Gains from Collaborative R&D: A Patent Analysis of U.S.-China Co-Invention
*Names in bold indicate Presenter
Theory suggest that new combinations of inputs are required for technological invention, implying cross-country collaboration that brings together diverse sources of expertise, skills, resources, and other inputs can increase the rate of innovation. However, because countries vary in their comparative advantage in supplying various innovation inputs, the motivation to cooperate is likely asymmetrical across countries and heterogeneous across country pairs. In this paper we explore the degree to which cross-country collaboration spurs innovation in clean energy and the mechanisms facilitating productive cooperation between the sector’s two largest players, U.S. and China.
First, we empirically assess the role of cooperation in spurring novel invention within the observable patent record. We explore several possible mechanisms for how cross-country collaboration increases access to various innovation inputs and benefits cooperating actors. Then, building on our empirical findings, we explore the ways in which transnational institutions can be designed to facilitate successful cross-country collaboration.

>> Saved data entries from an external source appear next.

//! Settings of the power analysis (planning the next recording): the grids of trials per class, neuron counts and
//! added noise neurons, the subsamples drawn at each grid point, the significance level, and how far to extrapolate.
//!
//! Every subsample runs the recipe's own protocol (folds, decoder, repeats, shuffles), so a subsample's protocol is
//! set by the recipe's `repeats`, `shuffles` and `shuffle_repeats`; [`REPEATS`] and [`SHUFFLES`] are the defaults a
//! face starts a power analysis from, because the decoding defaults (100 repeats, 200 shuffles) run thousands of
//! times over would take hours.

use crate::error::{Error, Result};
use serde::{Deserialize, Serialize};

/// Repeats of each subsample's protocol a face starts from.
pub const REPEATS: usize = 2;
/// Label permutations of each subsample's protocol a face starts from: with 19, the smallest p-value is
/// 1/20 = 0.05, so a subsample is significant at α = 0.05 only when every permutation scores below it.
pub const SHUFFLES: usize = 19;
/// Subsamples drawn at each grid point by default.
pub const SUBSAMPLES: usize = 50;
/// Significance level by default.
pub const ALPHA: f64 = 0.05;

/// Settings of a power analysis. A grid left out (`None`) is chosen from the data when the plan is made (and the
/// report lists the grid used).
#[derive(Debug, Clone, PartialEq, Serialize, Deserialize)]
#[serde(deny_unknown_fields)]
pub struct PowerSettings {
    /// Trials per class at which trial subsamples are drawn.
    #[serde(default, skip_serializing_if = "Option::is_none")]
    pub trials: Option<Vec<usize>>,
    /// Numbers of recorded neurons at which neuron subsets are drawn.
    #[serde(default, skip_serializing_if = "Option::is_none")]
    pub neurons: Option<Vec<usize>>,
    /// Numbers of uninformative neurons appended to the recorded population.
    #[serde(default, skip_serializing_if = "Option::is_none")]
    pub noise: Option<Vec<usize>>,
    /// Subsamples (or subsets, or noise draws) at each grid point.
    pub subsamples: usize,
    /// A subsample is significant when its shuffle p-value is at most this.
    pub alpha: f64,
    /// Trials per class up to which the fitted learning curve is extrapolated (`None`: four times the largest
    /// measured size).
    #[serde(default, skip_serializing_if = "Option::is_none")]
    pub extrapolate_to: Option<usize>,
}

impl Default for PowerSettings {
    fn default() -> PowerSettings {
        PowerSettings {
            trials: None,
            neurons: None,
            noise: None,
            subsamples: SUBSAMPLES,
            alpha: ALPHA,
            extrapolate_to: None,
        }
    }
}

impl PowerSettings {
    /// Settings that are wrong whatever the data.
    pub fn validate(&self) -> Result<()> {
        if self.subsamples == 0 {
            return Err(Error::Recipe(
                "subsamples per size must be at least 1".into(),
            ));
        }
        if !(self.alpha > 0.0 && self.alpha < 1.0) {
            return Err(Error::Recipe(format!(
                "alpha must lie between 0 and 1; got {}",
                self.alpha
            )));
        }
        for (name, grid) in [
            ("trials per class", &self.trials),
            ("neuron counts", &self.neurons),
        ] {
            if let Some(g) = grid {
                if g.is_empty() || g.contains(&0) {
                    return Err(Error::Recipe(format!(
                        "the {name} to try must be whole numbers of at least 1"
                    )));
                }
            }
        }
        if self.noise.as_ref().is_some_and(Vec::is_empty) {
            return Err(Error::Recipe(
                "give at least one number of noise neurons to add (0 for none)".into(),
            ));
        }
        if self.extrapolate_to == Some(0) {
            return Err(Error::Recipe(
                "the extrapolation must reach at least 1 trial per class".into(),
            ));
        }
        Ok(())
    }
}

/// A grid sorted ascending without repeats (the order a report and a figure use).
pub fn sorted(grid: &[usize]) -> Vec<usize> {
    let mut g = grid.to_vec();
    g.sort_unstable();
    g.dedup();
    g
}

#[cfg(test)]
mod tests {
    use super::*;

    #[test]
    fn refuses_what_no_data_can_rescue() {
        assert!(PowerSettings::default().validate().is_ok());
        let bad = [
            PowerSettings {
                subsamples: 0,
                ..PowerSettings::default()
            },
            PowerSettings {
                alpha: 1.0,
                ..PowerSettings::default()
            },
            PowerSettings {
                trials: Some(vec![0, 5]),
                ..PowerSettings::default()
            },
            PowerSettings {
                noise: Some(vec![]),
                ..PowerSettings::default()
            },
        ];
        for s in bad {
            assert!(s.validate().is_err(), "{s:?}");
        }
        assert_eq!(sorted(&[8, 2, 8, 4]), vec![2, 4, 8]);
    }
}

In our quantitative analysis of U.S.-China collaborative patenting, using a comprehensive dataset of all patents filed with the U.S. Patent and Trademark Office, we examine whether collaborative inventions engaging both U.S. and Chinese inventors induce greater innovation spillovers, measured by forward citations. We compare citation rates to collaborative patents with that of similar inventions developed by single-country inventor teams. Our preliminary results suggest U.S.-China collaborative patents receive more forward citations than Chinese-only inventions but fewer than U.S.-only inventions. We hypothesize that collaboration offers an opportunity for Chinese scientists to tap into new technological inputs and more effectively leverage foreign R&D inputs to invent technologies with greater spillovers. However, U.S. inventors may choose to collaborate with Chinese inventors for other reasons, such as accessing Chinese capital markets that more readily facilitate prototyping, technology demonstration, and manufacturing.

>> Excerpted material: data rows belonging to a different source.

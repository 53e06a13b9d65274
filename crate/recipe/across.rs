//! Generalization across conditions: the column whose levels say where the decoder is trained and where it is
//! tested, and which levels go where.

use crate::error::{Error, Result};
use serde::{Deserialize, Serialize};

/// Train the decoder on trials at some levels of a second column and test it on trials at others.
#[derive(Debug, Clone, PartialEq, Serialize, Deserialize)]
#[serde(deny_unknown_fields)]
pub struct Across {
    /// The column whose levels split the trials (a context, a stimulus set, a task rule).
    pub column: String,
    /// The assignments of its levels to training and testing, each analysed on its own; empty means every
    /// balanced dichotomy of the levels (each half trained on once and tested on once).
    #[serde(default, skip_serializing_if = "Vec::is_empty")]
    pub assignments: Vec<Assignment>,
}

/// Levels whose trials train the decoder, and levels whose trials test it.
#[derive(Debug, Clone, PartialEq, Serialize, Deserialize)]
#[serde(deny_unknown_fields)]
pub struct Assignment {
    pub train: Vec<String>,
    pub test: Vec<String>,
}

impl Across {
    /// Settings that are wrong whatever the data.
    pub fn validate(&self) -> Result<()> {
        if self.column.trim().is_empty() {
            return Err(Error::Recipe(
                "name the column whose levels split training from testing".into(),
            ));
        }
        for a in &self.assignments {
            if a.train.is_empty() || a.test.is_empty() {
                return Err(Error::Recipe(format!(
                    "every assignment needs training and testing levels of '{}'; one has {} training and {} \
                     testing levels",
                    self.column,
                    a.train.len(),
                    a.test.len()
                )));
            }
            for (i, level) in a.train.iter().chain(&a.test).enumerate() {
                let earlier = a.train.iter().chain(&a.test).take(i);
                if earlier.into_iter().any(|l| l == level) {
                    let role = if a.train.contains(level) && a.test.contains(level) {
                        "both a training and a testing level"
                    } else {
                        "listed twice"
                    };
                    return Err(Error::Recipe(format!(
                        "level '{level}' of '{}' is {role}; training and testing levels must be distinct",
                        self.column
                    )));
                }
            }
        }
        Ok(())
    }
}
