/// Which features are constant in a class of `n` trials, and `1/SD` of the others (0 for constant ones), from each
/// feature's variance and its second moment `raw` about the split's offset (summed over the class's trials).
///
/// The zero-variance rule of scikit-learn's StandardScaler (scale below 10 machine epsilons → 1). Computed from sums,
/// a constant feature's variance is round-off rather than 0, so it counts as constant when it is below 1e-9 of the
/// feature's second moment about the split's offset; such a feature is 0 after centring, as it would be if it were
/// centred directly.
fn unit_scale(var: &[f64], raw: &[f64], n: f64) -> (Vec<bool>, Vec<f64>) {
    let constant: Vec<bool> = var
        .iter()
        .zip(raw)
        .map(|(&v, &r)| v <= 1e-9 * r / n || v.sqrt() < 10.0 * f64::EPSILON)
        .collect();
    let inv = var
        .iter()
        .zip(&constant)
        .map(|(&v, &c)| if c { 0.0 } else { 1.0 / v.sqrt() })
        .collect();
    (constant, inv)
}

/// The Ledoit–Wolf shrinkage weight in [0, 1] (Ledoit & Wolf, 2004, lemma 3.2 and section 3.3, in the form of
/// scikit-learn's `ledoit_wolf_shrinkage`), from the statistics of centred data Z (n × p) with S = ZᵀZ/n:
/// `trace` = tr S, `delta_sum` = Σᵢⱼ Sᵢⱼ², `beta_sum` = Σₙ (|zₙ|²)².
fn shrinkage(n: usize, p: usize, trace: f64, delta_sum: f64, beta_sum: f64) -> f64 {
    if p == 1 {
        return 0.0; // the target equals the estimate
    }
    let (nf, pf) = (n as f64, p as f64);
    let mu = trace / pf;
    let beta = (beta_sum / nf - delta_sum) / (pf * nf);
    let delta = (delta_sum - 2.0 * mu * trace + pf * mu * mu) / pf;
    let beta = beta.min(delta);
    if beta <= 0.0 || delta <= 0.0 {
        0.0
    } else {
        beta / delta
    }
}
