test('every figure: text inside the figure, no two text boxes overlapping, no text across a marker line (getBBox)', SLOW, async () => {
  const svgs = await allFigures();
  // Every kind of figure the page draws, including few repeats, a linear decoder's weights and a time course with
  // a significant cluster and temporal generalization.
  for (const name of ['table/scores', 'table/null', 'table/confusion', 'table-few/scores', 'table-few/null', 'neurons/dropping',
    'neurons/single', 'neurons/weights', 'time/curve', 'time/generalization']) {
    assert.ok(svgs[name], `figure ${name} missing among ${Object.keys(svgs).join(', ')}`);
  }
  assert.match(svgs['time/curve'], /significant cluster \(p &lt; 0\.05\)/);
  // The weights figure shows every neuron (52) and every output (4 odours), on numeric axes.
  assert.equal((svgs['neurons/weights'].match(/<title>unit_\d+<\/title>/g) || []).length, 52);
  for (const odour of ['citral', 'eugenol', 'hexanal', 'limonene']) assert.match(svgs['neurons/weights'], new RegExp(`>${odour}</text>`));
  assert.match(svgs['neurons/weights'], />−?\d+(\.\d+)?<\/text>/);
  // Controls the check must catch: two labels on top of each other, one running off the right edge, one across a
  // marker line.
  svgs['control/bad'] = '<svg xmlns="http://www.w3.org/2000/svg" width="100" height="50"><text x="10" y="20">overlap</text>' +
    '<text x="12" y="22">overlap too</text><text x="90" y="45">outside</text>' +
    '<path class="marker" d="M40 30 V50" stroke="black"/><text x="36" y="45">x</text></svg>';
  const b = await browser();
  await b.page.setContent('<!doctype html><body></body>');
  const problems = await b.page.evaluate((all) => {
    const out = [];
    // A box in the figure's coordinates (rotated labels: transform the corners).
    const box = (e) => {
      const r = e.getBBox();
      const m = e.getCTM();
      const pts = [[r.x, r.y], [r.x + r.width, r.y], [r.x, r.y + r.height], [r.x + r.width, r.y + r.height]]
        .map(([x, y]) => [m.a * x + m.c * y + m.e, m.b * x + m.d * y + m.f]);
      const xs = pts.map((p) => p[0]); const ys = pts.map((p) => p[1]);
      return { x0: Math.min(...xs), x1: Math.max(...xs), y0: Math.min(...ys), y1: Math.max(...ys) };
    };
    const cross = (a, c, by) => Math.min(a.x1, c.x1) - Math.max(a.x0, c.x0) > by && Math.min(a.y1, c.y1) - Math.max(a.y0, c.y0) > by;
    for (const [name, text] of Object.entries(all)) {
      const doc = new DOMParser().parseFromString(text, 'image/svg+xml');
      const svg = document.importNode(doc.documentElement, true);
      document.body.replaceChildren(svg);
      const w = Number(svg.getAttribute('width'));
      const h = Number(svg.getAttribute('height'));
      const boxes = [...svg.querySelectorAll('text')].filter((t) => t.textContent.trim())
        .map((t) => ({ text: t.textContent, ...box(t) }));
      for (const a of boxes) {
        if (a.x0 < -0.5 || a.y0 < -0.5 || a.x1 > w + 0.5 || a.y1 > h + 0.5) out.push(`${name}: '${a.text}' leaves the figure`);
      }
      for (let i = 0; i < boxes.length; i++) {
        for (let j = i + 1; j < boxes.length; j++) {
          if (cross(boxes[i], boxes[j], 1)) out.push(`${name}: '${boxes[i].text}' overlaps '${boxes[j].text}'`);
        }
      }
      // Marker lines (chance, thresholds, means, observed scores): a line's box is one pixel wide or tall.
      for (const m of svg.querySelectorAll('path.marker')) {
        const r = box(m);
        const line = { x0: r.x0 - 1, x1: r.x1 + 1, y0: r.y0 - 1, y1: r.y1 + 1 };
        for (const a of boxes) if (cross(a, line, 0)) out.push(`${name}: '${a.text}' crosses a marker line`);
      }
    }
    return out;
  }, svgs);
  assert.deepEqual(problems.filter((p) => p.startsWith('control/')).sort(),
    ["control/bad: 'outside' leaves the figure", "control/bad: 'overlap' overlaps 'overlap too'", "control/bad: 'x' crosses a marker line"].sort());
  assert.deepEqual(problems.filter((p) => !p.startsWith('control/')), []);
  await b.context.close();
});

Building on our quantitative analysis, we examine efforts to facilitate and formalize U.S.-China cooperation in clean energy innovation. We focus our analysis on one highly prominent case, the Clean Energy Research Center (CERC), established in 2009. We analyze CERC procedural documents and conduct interviews with CERC participants to assess the benefits and weaknesses in CERC’s organizational and management structure. Critically, we assess whether CERC’s procedures effectively capitalize the differential comparative advantages highlighted in our empirical analysis that increase the productivity of cooperation. Our preliminary findings indicate that CERC projects have in many cases successfully combined inputs from both countries but that the overall productivity of CERC has fallen short of expectations. One of the largest barriers to productivity is the difficulty in aligning the differing intellectual property regimes of the two countries.